TCRs, CARs, and BARs

“Manufacturing” recipient-derived donor-reactive Tregs poses significant challenges, particularly in the setting of cadaveric transplantation where the time interval between donor selection and transplantation can be short. Redirecting the specificity of Tregs via gene transfer of donor-reactive TCRs, antibody-based fusion proteins specific for allo-MHC (CAR), or the antigenic targets of B cells (BAR) are promising alternative strategies under development. Attempting to capitalize on the prevalence of HLA-A2 in many donor populations, two groups report creation of HLA-A2-specific Treg CARs that display potent suppressive capacity in vitro and the ability to suppress GVHD and skin transplant rejection in humanized mouse models [58, 59]. Boardman et al. have begun to explore mechanisms of Treg CAR function and utilize regulatory CARs with mutated intracellular signaling domains to show convincingly that signaling through the CAR is essential for suppressive function [60]. Meyer and colleagues experiment with transient transfection and offer an elegant platform in which a single CAR can accommodate multiple specificities [61]. By coupling CD28 and CD3ς signaling domains with an anti-FITC scFv, FITC-conjugated antibodies of various specificities can be added to modulate this single “platform.” Using FITC-conjugated anti-donor HLA class I monoclonal antibodies, they facilitate the homing of Tregs to pancreatic islets placed under the kidney capsule. Surprisingly, these “mAbCAR” Tregs remain localized near the islets long after expression of the transgene is lost suggesting that transient CAR expression “parades” polyclonal Tregs through the effector site with retention and/or proliferation of donor-reactive clones. Concerns surrounding CAR therapy involve insertional oncogenesis, graft versus host disease, and off-target expression of effector function, but to date these have not been problematic in animal models. BAR therapy, intended to be useful in recruiting regulatory cells to germinal centers to prevent anti-donor antibody formation, is also under active development [62].

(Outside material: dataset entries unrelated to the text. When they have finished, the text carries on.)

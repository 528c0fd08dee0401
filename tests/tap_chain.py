"""A small chain of the same build as the real one, cheap enough to time engines on: taps, stream, rotation."""

from __future__ import annotations

from collections.abc import Mapping, Sequence
from dataclasses import dataclass, replace
from math import inf

import numpy as np
from numpy.typing import NDArray

from tapband.nouns.problem import Draws, Family
from tapband.nouns.source import Shape

Array = NDArray[np.float64]


@dataclass(frozen=True, slots=True, kw_only=True)
class Error:
    """One source: what it acts on ("tap", "module", "q", "alpha", "static", "gain") and how large it is."""

    name: str
    on: str
    size: float
    shape: Shape = Shape.NORMAL
    shared: bool = True
    dof: float = inf


NORMAL_DOMINATED = (
    Error(name="port zero", on="tap", size=4.0),
    Error(name="noise", on="tap", size=4.0, shared=False),
    Error(name="module zero", on="module", size=3.0, shape=Shape.RECTANGULAR),
    Error(name="dynamic pressure", on="q", size=0.002),
    Error(name="angle", on="alpha", size=3e-4),
    Error(name="static", on="static", size=2.0),
    Error(name="gain", on="gain", size=0.001, shape=Shape.RECTANGULAR),
)
CURVED = (
    Error(name="port zero", on="tap", size=4.0, shape=Shape.RECTANGULAR),
    Error(name="noise", on="tap", size=4.0, shape=Shape.RECTANGULAR, shared=False),
    Error(name="module zero", on="module", size=3.0, shape=Shape.RECTANGULAR),
    Error(name="dynamic pressure", on="q", size=0.012, shape=Shape.RECTANGULAR),
    Error(name="angle", on="alpha", size=1e-3, shape=Shape.RECTANGULAR),
    Error(name="static", on="static", size=2.0, shape=Shape.RECTANGULAR),
    Error(name="gain", on="gain", size=0.006, shape=Shape.RECTANGULAR),
)


class TapChain:
    """cn, ct, cm, cl, cd of P angles from n taps: a :class:`tapband.nouns.problem.Problem`."""

    outputs = ("cn", "ct", "cm", "cl", "cd")
    affine = np.ones(5, dtype=np.bool_)

    def __init__(self, errors: Sequence[Error], alphas: Sequence[float] = (0.06,), taps: int = 60) -> None:
        self.errors = tuple(errors)
        self.alpha = np.asarray(alphas, dtype=np.float64)
        x = np.linspace(0.0, 1.0, taps)
        side = np.where(np.arange(taps) % 2, 1.0, -1.0)
        self._weights = (
            np.stack([-3.0 * side * np.sin(np.pi * x), np.cos(3.0 * x), 2.0 * side * (x - 0.25)], axis=1)
            / taps
        )
        self._module = np.eye(4)[np.arange(taps) * 4 // taps]
        q = 1500.0
        pressure = q * (side * (0.3 + 3.0 * self.alpha[:, None]) * (1.0 - x) - 0.2 + 0.3 * np.cos(5.0 * x))
        self._integral = (pressure[:, None, :] @ self._weights) / q
        self._q = q
        self.families = tuple(self._family(e, taps) for e in self.errors)
        every = slice(0, len(self.alpha))
        self.estimate = self.evaluate(every, {})[:, 0]
        self.sensitivity = tuple(self._slopes(f) for f in range(len(self.errors)))

    def _family(self, error: Error, taps: int) -> Family:
        count = {"tap": taps, "module": 4}.get(error.on, 1)
        points = len(self.alpha)
        # A point's identity is its angle, so that shuffled points keep their own draws.
        group = ("",) * points if error.shared else tuple(f"{a:.6f}" for a in self.alpha)
        return Family(
            source=error.name,
            members=tuple(str(k) for k in range(count)),
            point_group=group,
            scale_group=group,
            shape=error.shape,
            dof=np.full(points, error.dof),
            systematic=error.shared,
            linear=error.on in ("tap", "module"),
        )

    def _slopes(self, f: int) -> Array:
        """Central differences are exact to 1e-9 of these smooth, nearly linear functions."""
        step, count = 1e-4, len(self.families[f].members)
        ends = [
            self.evaluate(slice(0, len(self.alpha)), {f: s * step * np.eye(count)[None]}) for s in (1.0, -1.0)
        ]
        return np.ascontiguousarray(np.swapaxes(ends[0] - ends[1], 1, 2) / (2.0 * step))

    def evaluate(self, points: slice, draws: Draws) -> Array:
        """y (Pb, T, m)."""
        return self._coefficients(points, draws)[0]

    def given(self, points: slice, draws: Draws, out: Sequence[int]) -> tuple[Array, Mapping[int, Array]]:
        """y without the families ``out`` and the variance (Pb, T, m) each adds."""
        y, q, cos, sin = self._coefficients(points, draws)
        added = {}
        for f in out:
            loads = self._loads(f)
            c = loads.T @ loads / (q * q)[..., None, None]
            cross = 2.0 * sin * cos * c[..., 0, 1]
            rows = [
                *(c[..., k, k] for k in range(3)),
                cos**2 * c[..., 0, 0] + sin**2 * c[..., 1, 1] - cross,
                sin**2 * c[..., 0, 0] + cos**2 * c[..., 1, 1] + cross,
            ]
            added[f] = np.broadcast_to(np.stack(np.broadcast_arrays(*rows), axis=-1), y.shape)
        return y, added

    def _loads(self, f: int) -> Array:
        """(G, 3) what a latent at the taps adds to the integrals times q."""
        error = self.errors[f]
        weights = self._weights if error.on == "tap" else self._module.T @ self._weights
        return error.size * weights

    def _coefficients(self, points: slice, draws: Draws) -> tuple[Array, Array, Array, Array]:
        alpha, q = self.alpha[points][:, None], np.full((1, 1), self._q)
        added: Array | float = 0.0
        scale, static = np.ones((1, 1)), np.zeros((1, 1))
        for f, xi in draws.items():
            error = self.errors[f]
            moved = error.size * xi[..., 0]
            match error.on:
                case "tap" | "module":
                    added = added + xi @ self._loads(f)
                case "q":
                    q = q * (1.0 + moved)
                case "alpha":
                    alpha = alpha + moved
                case "static":
                    static = static + moved
                case _:
                    scale = scale + moved
        raw = self._integral[points] * self._q * scale[..., None]
        c = (raw + added - static[..., None] * self._weights.sum(axis=0)) / q[..., None]
        cos, sin = np.cos(alpha), np.sin(alpha)
        cl = c[..., 0] * cos - c[..., 1] * sin
        cd = c[..., 0] * sin + c[..., 1] * cos
        return np.concatenate([c, cl[..., None], cd[..., None]], axis=-1), q, cos, sin


def scaled(errors: Sequence[Error], **factors: float) -> tuple[Error, ...]:
    """The errors with some sizes multiplied, by what they act on."""
    return tuple(replace(e, size=e.size * factors.get(e.on, 1.0)) for e in errors)
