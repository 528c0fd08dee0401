"""The Python face, used from outside: names, correlated numbers, folders written and read back."""

from __future__ import annotations

from pathlib import Path

import numpy as np
import pandas as pd
import pytest

import tapband
from campaigns import campaign, every_kind
from tapband.nouns.errors import QuestionError


@pytest.fixture(scope="module")
def results() -> tapband.Results:
    c = campaign(every_kind(), runs=["R1", "R1", "R2"], compressibility="karman-tsien", reference_mach=0.1)
    return tapband.reduce(c, trials="auto", seed=3)


def test_public_names_resolve() -> None:
    for name in tapband.__all__:
        assert getattr(tapband, name) is not None
    assert not hasattr(tapband, "nothing")


def test_correlated_numbers_carry_the_combined_uncertainty(results: tapband.Results) -> None:
    numbers = results.ufloats("P2")
    row = results.coefficients.set_index("point").loc["P2"]
    for name in ("cl", "cd_pressure", "cm", "cl_ref"):
        assert numbers[name].nominal_value == row[name]
        assert numbers[name].std_dev == pytest.approx(row[f"{name}_u"], rel=1e-12)


def test_a_difference_of_correlated_numbers_has_the_covariance_between_points(
    results: tapband.Results,
) -> None:
    a, b = results.ufloats("P1"), results.ufloats("P3")
    covariance = results.covariance("P1", "P3")
    expected = a["cl"].std_dev ** 2 + b["cl"].std_dev ** 2 - 2.0 * covariance.loc["cl", "cl"]
    assert (a["cl"] - b["cl"]).std_dev ** 2 == pytest.approx(expected, rel=1e-10)
    assert covariance.loc["cl", "cl"] > 0.0
    own = results.covariance("P1", "P1")
    table = results.correlation.query("point == 'P1' and a == 'cm' and b == 'cl'")
    assert own.loc["cm", "cl"] == pytest.approx(table["covariance"].iloc[0], rel=1e-12)


def test_a_written_folder_reads_back_with_its_correlations(results: tapband.Results, tmp_path: Path) -> None:
    folder = results.write(tmp_path / "out")
    again = tapband.Results.read(folder)
    pd.testing.assert_frame_equal(again.coefficients, results.coefficients, check_dtype=False)
    for a, b in (("P1", "P2"), ("P3", "P3")):
        pd.testing.assert_frame_equal(again.covariance(a, b), results.covariance(a, b))
    assert again.ufloats("P2")["cl"].std_dev == pytest.approx(results.ufloats("P2")["cl"].std_dev, rel=1e-14)
    assert again.meta["seed"] == 3


def test_an_ambiguous_or_unknown_point_is_named(results: tapband.Results) -> None:
    with pytest.raises(QuestionError, match='point "P9": must be a point of the campaign'):
        results.ufloats("P9")


def test_seed_and_trials_are_those_asked_for() -> None:
    c = campaign(every_kind()[:3], alphas=(3.0,), seed=1)
    ends = [
        tapband.reduce(c, trials="plain:5000", seed=seed).coefficients["cl_mc_low"].iloc[0]
        for seed in (1, 1, 2)
    ]
    assert ends[0] == ends[1] != ends[2]
    assert tapband.reduce(c, trials=5000).meta["trials"] == "5000"


def test_notebook_display_and_text_show_the_points(results: tapband.Results) -> None:
    assert "P2" in repr(results)
    assert "<table" in results._repr_html_()


def test_one_point_reduces() -> None:
    r = tapband.reduce(campaign(every_kind(), alphas=(3.0,)))
    assert len(r.coefficients) == 1
    assert np.isfinite(r.coefficients["cl_mc_low"]).all()


def test_figures_draw_on_the_axes_given(results: tapband.Results) -> None:
    from matplotlib.figure import Figure

    for draw in (
        lambda ax: results.plot_coefficient("cl", ax=ax),
        lambda ax: results.plot_pressure("P2", ax=ax),
        lambda ax: results.plot_contributors("cm", ax=ax),
        lambda ax: results.plot_groups("cl", "P2", ax=ax),
        lambda ax: results.plot_taps_along_chord("cl", "P2", ax=ax),
    ):
        ax = Figure().subplots()
        assert draw(ax) is ax
        assert ax.get_xlabel() or ax.get_ylabel()
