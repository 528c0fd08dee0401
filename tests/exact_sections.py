"""Kármán-Trefftz sections: contour, pressure and coefficients in closed form, in chords with x from the nose.

The outside truth that several tests hold the reduction and the inviscid flow against.

*Source* von Kármán and Trefftz, Z. Flugtechnik Motorluftschiffahrt 9 (1918), from memory; the moment by
residues of the Blasius integral, which ``test_exact_sections`` checks against integrated pressure.

Notation: circle ζ = μ + R exp(iθ) through b = 1, R = |b − μ|, β = −arg(b − μ); r = (ζ − b)/(ζ + b), w = rⁿ,
z = n b (1 + w)/(1 − w); trailing-edge angle (2 − n)π. θ runs from −β (upper trailing edge) over the nose to
2π − β (lower trailing edge).
"""

from __future__ import annotations

from dataclasses import dataclass
from functools import lru_cache
from typing import Literal

import numpy as np
from numpy.typing import ArrayLike, NDArray

Array = NDArray[np.float64]
LayoutName = Literal["cosine", "sqrt"]


@dataclass(frozen=True, slots=True, kw_only=True)
class Coefficients:
    """Exact coefficients, any shape; pressure drag is zero. ``cm`` about x/c = 0.25, y = 0, nose-up."""

    cl: Array
    cn: Array
    ct: Array
    cm: Array


@dataclass(frozen=True, slots=True, kw_only=True)
class TapPlaces:
    """Taps (n,) from the lower trailing edge round the nose to the upper; ``s`` from the nose [chords]."""

    theta: Array
    s: Array
    x: Array
    y: Array
    upper: NDArray[np.bool_]


@dataclass(frozen=True, slots=True, kw_only=True)
class KarmanTrefftz:
    """One section: centre of the circle μ (Re μ < 0 gives thickness, Im μ camber), exponent n (1 < n ≤ 2)."""

    mu: complex
    n: float
    chord: float
    """Of the section in the z plane, where b = 1."""
    x_nose: float
    """Least x in the z plane."""
    theta_nose: float

    @property
    def beta(self) -> float:
        """−arg(b − μ)."""
        return float(-np.angle(1.0 - self.mu))

    @property
    def thickness(self) -> float:
        """Largest y_upper − y_lower [chords], on 400 stations (good to about 1e-5)."""
        x = 0.5 * (1.0 - np.cos(np.linspace(0.0, np.pi, 402)))[1:-1]
        upper = self.point(self.theta_at(x, np.ones(400, bool)))[1]
        lower = self.point(self.theta_at(x, np.zeros(400, bool)))[1]
        return float(np.max(upper - lower))

    def point(self, theta: ArrayLike) -> tuple[Array, Array]:
        """(x, y) [chords] at angles θ of the circle [rad], same shape."""
        w = _ratio(self.mu, np.asarray(theta, float)) ** self.n
        z = self.n * (1.0 + w) / (1.0 - w)
        return (z.real - self.x_nose) / self.chord, z.imag / self.chord

    def cp(self, theta: ArrayLike, alpha: ArrayLike) -> Array:
        """Cp (..., k) at θ (k,) [rad] and angles of attack α (...) [rad].

        The zero of the velocity at ζ = b is divided out by hand, so the value holds at the trailing edge too.
        """
        angle = np.asarray(theta, float)
        a = np.asarray(alpha, float)[..., None]
        r = _ratio(self.mu, angle)
        u = abs(1.0 - self.mu) * np.exp(1j * angle)
        second_stagnation = -abs(1.0 - self.mu) * np.exp(1j * (2.0 * a + self.beta))
        stretch = r ** (2.0 - self.n) * (self.mu + u + 1.0) ** 3 * (1.0 - r**self.n) ** 2 / (4.0 * self.n**2)
        velocity = stretch * (u - second_stagnation) / u**2
        return np.asarray(1.0 - np.abs(velocity) ** 2)

    def theta_at(self, x: ArrayLike, upper: ArrayLike) -> Array:
        """θ at places x (k,) [chords] on the upper or lower surface (k,); by bisection (x is monotone)."""
        wanted, up = np.broadcast_arrays(np.asarray(x, float), np.asarray(upper, bool))
        near = np.full(wanted.shape, self.theta_nose)
        far = np.where(up, -self.beta, 2.0 * np.pi - self.beta)
        for _ in range(60):
            middle = 0.5 * (near + far)
            beyond = self.point(middle)[0] > wanted
            near, far = np.where(beyond, near, middle), np.where(beyond, middle, far)
        # Exact at both ends, where bisection would leave the rounding of a double root.
        edge = np.where(up, -self.beta, 2.0 * np.pi - self.beta)
        return np.asarray(np.where(wanted >= 1.0, edge, np.where(wanted <= 0.0, self.theta_nose, near)))

    def arc_length(self, theta: ArrayLike) -> Array:
        """Arc length s from the nose at θ (k,), upper surface positive [chords], to about 1e-12.

        Gauss-Legendre in t, θ = θ_nose + (θ_end − θ_nose)(1 − (1 − t)³): the cube takes the power law of the
        stretching at the trailing edge, (θ − θ_end)^(n − 1), off the integrand.
        """
        angle = np.asarray(theta, float)
        end = np.where(angle <= self.theta_nose, -self.beta, 2.0 * np.pi - self.beta)
        span = end - self.theta_nose
        t_end = 1.0 - np.cbrt(np.maximum(1.0 - (angle - self.theta_nose) / span, 0.0))
        node, weight = _gauss(32, 16)
        t = t_end[..., None] * node
        slope = _slope(self.mu, self.n, self.theta_nose + span[..., None] * (1.0 - (1.0 - t) ** 3))
        stretch = np.abs(slope) * abs(1.0 - self.mu) / self.chord
        length = t_end * np.sum(weight * stretch * 3.0 * (1.0 - t) ** 2, axis=-1)
        return np.asarray(-span * length)

    def contour(self, points: int = 401) -> tuple[Array, Array]:
        """(x, y) from the lower trailing edge round the nose to the upper one, equally spaced in θ."""
        theta = np.linspace(2.0 * np.pi - self.beta, -self.beta, points)
        x, y = self.point(theta)
        x[[0, -1]], y[[0, -1]] = 1.0, 0.0
        return x, y

    def coefficients(self, alpha: ArrayLike) -> Coefficients:
        """Exact coefficients at α [rad], same shape."""
        return coefficients(self.mu, self.n, alpha)

    def taps(self, count: int, layout: LayoutName, rearmost: float = 1.0) -> TapPlaces:
        """``count`` (odd) taps: one at the nose, the same x/c on both surfaces, the last at ``rearmost``.

        "cosine": x = rearmost (1 − cos πt)/2; "sqrt": x = rearmost t², equal steps of t.
        """
        half = count // 2
        t = np.arange(1, half + 1) / half
        x = rearmost * (0.5 * (1.0 - np.cos(np.pi * t)) if layout == "cosine" else t**2)
        places = np.concatenate([x[::-1], [0.0], x])
        upper = np.arange(count) >= half
        return self.taps_at(places, upper)

    def taps_at(self, x: ArrayLike, upper: ArrayLike) -> TapPlaces:
        """Taps at places x (n,) [chords] of a surface (n,), in the order given."""
        theta = self.theta_at(x, upper)
        px, py = self.point(theta)
        return TapPlaces(theta=theta, s=self.arc_length(theta), x=px, y=py, upper=np.array(upper, bool))


def section(mu: complex, n: float = 2.0) -> KarmanTrefftz:
    """The section of centre μ and exponent n."""
    x_nose, theta = _nose(np.asarray(mu, complex), np.asarray(n, float))
    return KarmanTrefftz(
        mu=complex(mu), n=float(n), chord=float(n - x_nose), x_nose=float(x_nose), theta_nose=float(theta)
    )


@lru_cache(maxsize=64)
def section_of(thickness: float, camber: float = 0.0, trailing_edge_angle: float = 10.0) -> KarmanTrefftz:
    """A section of given thickness [chords], about this camber [chords] and trailing-edge angle [deg]."""
    n = 2.0 - trailing_edge_angle / 180.0
    less, more = -0.3, -0.001
    for _ in range(30):
        middle = 0.5 * (less + more)
        thick = section(complex(middle, 2.0 * camber), n).thickness > thickness
        less, more = (middle, more) if thick else (less, middle)
    return section(complex(0.5 * (less + more), 2.0 * camber), n)


def coefficients(mu: ArrayLike, n: ArrayLike, alpha: ArrayLike) -> Coefficients:
    """Exact coefficients, broadcast over μ, n and α [rad].

    With G the circulation: cl = 2G/c; about z = 0 cm = [4πk sin 2α − 2G Re(μ e^{−iα})]/c², k = (n² − 1)/3.
    """
    m, e, a = np.broadcast_arrays(np.asarray(mu, complex), np.asarray(n, float), np.asarray(alpha, float))
    x_nose = _nose(m, e)[0]
    chord = e - x_nose
    circulation = 4.0 * np.pi * np.abs(1.0 - m) * np.sin(a - np.angle(1.0 - m))
    cl = 2.0 * circulation / chord
    k = (e**2 - 1.0) / 3.0
    cm_origin = 4.0 * np.pi * k * np.sin(2.0 * a) - 2.0 * circulation * (m * np.exp(-1j * a)).real
    cm = cm_origin / chord**2 + (x_nose + 0.25 * chord) * cl * np.cos(a) / chord
    return Coefficients(cl=cl, cn=cl * np.cos(a), ct=-cl * np.sin(a), cm=cm)


def _ratio(mu: complex | NDArray[np.complex128], theta: Array) -> NDArray[np.complex128]:
    """(ζ − b)/(ζ + b); the difference by half angles, exact zero at the trailing edge."""
    edge = 1.0 - np.asarray(mu)
    radius, edge_angle = np.abs(edge), np.angle(edge)
    half = 0.5 * (theta - edge_angle)
    sine = np.where(np.abs(theta - edge_angle - 2.0 * np.pi) < 1e-14, 0.0, np.sin(half))
    difference = 2j * radius * sine * np.exp(0.5j * (theta + edge_angle))
    return np.asarray(difference / (difference + 2.0))


def _nose(mu: NDArray[np.complex128], n: Array) -> tuple[Array, Array]:
    """Least x in the z plane and its θ, each of the broadcast shape of μ and n; bisection on dx/dθ."""
    m, e = np.broadcast_arrays(mu, n)
    low = np.angle(1.0 - m) + 0.1
    high = low + 2.0 * np.pi - 0.2
    for _ in range(60):
        theta = 0.5 * (low + high)
        falling = (_slope(m, e, theta) * 1j * np.exp(1j * theta)).real < 0.0
        low, high = np.where(falling, theta, low), np.where(falling, high, theta)
    w = _ratio(m, low) ** e
    return np.asarray((e * (1.0 + w) / (1.0 - w)).real), low


def _slope(mu: complex | NDArray[np.complex128], n: float | Array, theta: Array) -> NDArray[np.complex128]:
    """dz/dζ."""
    r = _ratio(mu, theta)
    zeta = mu + np.abs(1.0 - np.asarray(mu)) * np.exp(1j * theta)
    return np.asarray(4.0 * n**2 * r ** (n - 1.0) / ((zeta + 1.0) * (1.0 - r**n)) ** 2)


@lru_cache(maxsize=4)
def _gauss(panels: int, order: int) -> tuple[Array, Array]:
    """Nodes and weights of a composite Gauss-Legendre rule on 0…1."""
    node, weight = np.polynomial.legendre.leggauss(order)
    left = np.arange(panels)[:, None] / panels
    return (left + 0.5 * (node + 1.0) / panels).ravel(), np.tile(0.5 * weight / panels, panels)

Summary and Future Challenges

Alloimmune responses involve a balance between effector and regulatory T cell activity. Recent work highlighted here enhances understanding of Treg origin, development, and effector function. Enhancing Treg activity in solid organ transplantation offers the hope of reducing or eliminating current noxious immunosuppressive drugs. Although donor-reactive Tregs display broad clonal and phenotypic diversity, strategies to harness donor-reactive Tregs for adoptive immunotherapy are plausible, and early clinical trials suggest that the approach is safe. Highly anticipated results from a number of ongoing trials are likely to enable a new era of biologic immunotherapy. Critical challenges include (1) the need for strategies to create donor-reactive Tregs that can be administered at the time of transplantation within the logistic constraints imposed by both living-donor and cadaveric-donor transplantation, (2) identification of ideal Treg phenotypes and optimization of ex vivo expansion conditions that preserve these phenotypes, and (3) the need to understand compatibility with existing immunosuppressive regimens to ensure that adoptive immunotherapy trials remain both safe and rational.